ONES 3.0 extends RDMA over Converged Ethernet (RoCE) visibility and control with a Power Factor Correction (PFC) watchdog, scheduler and WRED-based queue management to maintain lossless traffic for GPU-centric Artificial Intelligence (AI) workloads across enterprise networks.

Research overview

The vendor blog describes ONES 3.0 as an update focused on observability and control for RDMA-over-Ethernet (RoCE) traffic in AI fabrics, building on prior support for lossless communication and proactive congestion handling.

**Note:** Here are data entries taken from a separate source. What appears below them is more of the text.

package propagation

import (
	"math"
	"testing"

	"pgregory.net/rapid"

	"slantwise/orbit/unit"
)

func TestSpecificAttenuationsAreFiniteAndNotNegative(t *testing.T) {
	rapid.Check(t, func(t *rapid.T) {
		f := math.Pow(10, rapid.Float64Range(0, 3).Draw(t, "log10 GHz"))
		tK := rapid.Float64Range(170, 330).Draw(t, "K")
		p := math.Pow(10, rapid.Float64Range(-4, 3.04).Draw(t, "log10 hPa"))
		rho := rapid.Float64Range(0, 40).Draw(t, "g/m3")
		for what, g := range map[string]float64{"oxygen": oxygenSpecific(f, p, tK, rho), "vapour": vapourSpecific(f, p, tK, rho)} {
			if !(g >= 0) || math.IsInf(g, 0) {
				t.Errorf("%s at %g GHz, %g hPa, %g K, %g g/m3: %g dB/km", what, f, p, tK, rho, g)
			}
		}
		el, tilt := rapid.Float64Range(0, 90).Draw(t, "elevation"), rapid.Float64Range(-90, 90).Draw(t, "tilt")
		g, err := rainSpecific(rapid.Float64Range(0, 250).Draw(t, "mm/h"), f, el, tilt)
		if err != nil || !(g >= 0) || math.IsInf(g, 0) {
			t.Errorf("rain at %g GHz, %g deg: %g dB/km, %v", f, el, g, err)
		}
		if k := cloudMassAbsorption(math.Min(f, 200), 9); !(k > 0) {
			t.Errorf("cloud at %g GHz: %g dB per kg/m2", f, k)
		}
	})
}

func drawAtmosphere(t *rapid.T) Atmosphere {
	a, err := ReferenceAtmosphere(unit.Angle(rapid.Float64Range(-90, 90).Draw(t, "latitude"))*unit.Degree, Season(rapid.IntRange(0, 2).Draw(t, "season")))
	if err != nil {
		t.Fatal(err)
	}
	return a
}

func TestGasAndCloudGrowAsElevationFalls(t *testing.T) {
	rapid.Check(t, func(t *rapid.T) {
		l, err := NewLayers(drawAtmosphere(t), unit.Length(rapid.Float64Range(0, 5).Draw(t, "km"))*unit.Kilometre)
		if err != nil {
			t.Fatal(err)
		}
		f := math.Pow(10, rapid.Float64Range(0, 2.5).Draw(t, "log10 GHz"))
		g := l.absorption(f)
		low := rapid.Float64Range(0, 89).Draw(t, "lower elevation")
		high := rapid.Float64Range(low+0.1, 90).Draw(t, "higher elevation")
		if a, b := l.attenuation(g, low), l.attenuation(g, high); !(a > b) {
			t.Errorf("gas at %g GHz: %g dB at %g deg, %g dB at %g deg", f, a, low, b, high)
		}
		if a, b := cloudSlant(low), cloudSlant(high); !(a > b) {
			t.Errorf("cloud: %g at %g deg, %g at %g deg", a, low, b, high)
		}
	})
}

func TestRainGrowsWithTheRate(t *testing.T) {
	rapid.Check(t, func(t *rapid.T) {
		s := rainSite{latDeg: rapid.Float64Range(-70, 70).Draw(t, "latitude"), stationKm: rapid.Float64Range(0, 2).Draw(t, "km"),
			rainKm: rapid.Float64Range(2.5, 5.5).Draw(t, "rain height"), rateMmH: rapid.Float64Range(1, 150).Draw(t, "mm/h")}
		f, el := rapid.Float64Range(4, 55).Draw(t, "GHz"), rapid.Float64Range(5, 90).Draw(t, "elevation")
		more := s
		more.rateMmH *= 1.1
		var n notes
		a, err := rainAttenuationChecked(s, f, el, 45, 0.01, &n)
		if err != nil {
			t.Fatal(err)
		}
		b, err := rainAttenuationChecked(more, f, el, 45, 0.01, &n)
		if err != nil {
			t.Fatal(err)
		}
		if !(b > a) {
			t.Errorf("%g GHz, %g deg: %g dB at %g mm/h, %g dB at %g mm/h", f, el, a, s.rateMmH, b, more.rateMmH)
		}
	})
}

// The shells of P.676-13 against ten times as many. At the horizon the first shells'
// refraction is what differs.
func TestLayersNearFineLimit(t *testing.T) {
	for _, c := range []struct{ height, apparent, tolerance float64 }{
		{0, 90, 2e-5}, {0, 30, 2e-5}, {0, 5, 2e-5}, {0, 1, 2e-5}, {0, 0.1, 2e-4}, {0, 0, 2e-3}, {2, 90, 2e-5}, {2, 5, 2e-5}, {2, 0, 2e-3},
	} {
		a, err := ReferenceAtmosphere(50*unit.Degree, Summer)
		if err != nil {
			t.Fatal(err)
		}
		usual, err := newLayers(a, c.height, 0.01)
		if err != nil {
			t.Fatal(err)
		}
		fine, err := newLayers(a, c.height, 0.001)
		if err != nil {
			t.Fatal(err)
		}
		got, want := usual.attenuation(usual.absorption(26), c.apparent), fine.attenuation(fine.absorption(26), c.apparent)
		if d := math.Abs(got/want - 1); d > c.tolerance {
			t.Errorf("%g km, %g deg: %g dB, fine limit %g dB, relative difference %.2g over %g", c.height, c.apparent, got, want, d, c.tolerance)
		}
	}
}

func TestVacuumGivesNothing(t *testing.T) {
	vacuum := Atmosphere{"vacuum", func(float64) air { return air{tK: 200} }}
	l, err := NewLayers(vacuum, 0)
	if err != nil {
		t.Fatal(err)
	}
	for _, el := range []float64{0, 1, 45, 90} {
		if a := l.attenuation(l.absorption(60), el); a != 0 {
			t.Errorf("%g deg: %g dB", el, a)
		}
		if d := math.Abs(l.geometricDeg(el, math.Inf(1)) - el); d > 1e-9 {
			t.Errorf("%g deg: bent by %g deg", el, d)
		}
	}
	empty, err := newRain([12]float64{}, [12]float64{})
	if err != nil {
		t.Fatal(err)
	}
	if r, err := empty.rate(0.01); err != nil || r != 0 {
		t.Errorf("no rainfall: %g mm/h, %v", r, err)
	}
}

func TestNoiseKeepsAboveTheCosmicBackground(t *testing.T) {
	rapid.Check(t, func(t *rapid.T) {
		medium := rapid.Float64Range(180, 320).Draw(t, "medium")
		behind := CosmicBackground.Kelvins() + rapid.Float64Range(0, 1e4).Draw(t, "background")
		a := rapid.Float64Range(0, 200).Draw(t, "dB")
		more := a + rapid.Float64Range(0, 50).Draw(t, "more dB")
		thin, thick := brightness(a, medium, behind), brightness(more, medium, behind)
		if thin < CosmicBackground.Kelvins() || thick < CosmicBackground.Kelvins() {
			t.Errorf("%g K and %g K are under the cosmic background", thin, thick)
		}
		if behind <= medium && thick < thin-1e-9 { // a cold sky
			t.Errorf("%g dB: %g K, %g dB: %g K in front of %g K", a, thin, more, thick, behind)
		}
	})
}

// Apparent inverts Geometric, and refraction lifts. A ray is known by the cosine of its
// elevation, which near the horizon resolves no more than sqrt(2 eps), 1.5e-8 rad.
func TestRefractionInverts(t *testing.T) {
	rapid.Check(t, func(t *rapid.T) {
		l, err := NewLayers(drawAtmosphere(t), unit.Length(rapid.Float64Range(-0.4, 5).Draw(t, "km"))*unit.Kilometre)
		if err != nil {
			t.Fatal(err)
		}
		apparent := unit.Angle(rapid.Float64Range(0, 90).Draw(t, "apparent")) * unit.Degree
		g, err := l.Geometric(apparent)
		if err != nil {
			t.Fatal(err)
		}
		back, err := l.Apparent(g)
		if err != nil {
			t.Fatal(err)
		}
		if d := math.Abs(float64(back - apparent)); d > 2e-8 {
			t.Errorf("%.9f deg came back as %.9f deg", apparent.Degrees(), back.Degrees())
		}
		if g > apparent+1e-9*unit.Degree {
			t.Errorf("geometric %.9f deg lies above apparent %.9f deg", g.Degrees(), apparent.Degrees())
		}
	})
}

The release emphasizes real-time telemetry, configurable scheduling, and mechanisms intended to detect and recover from flow-control issues under heavy network load.

Key findings

New capabilities highlighted include a PFC watchdog for flow-control fault detection, scheduler profiles for prioritized packet handling, and WRED profiles to manage queue behavior and prevent buffer overflow.

The UI additions provide DSCP and 802.1p mappings, PFC counters, transmit and queue-drop metrics, and time-range views for both live and historical analysis.

Technical breakdown

The blog explains RoCE enables Remote Direct Memory Access (DMA) (RDMA) over Ethernet, offering low-latency, high-throughput, lossless transfers that are useful for distributed Graphics Processing Unit (GPU) training and inter-node memory access.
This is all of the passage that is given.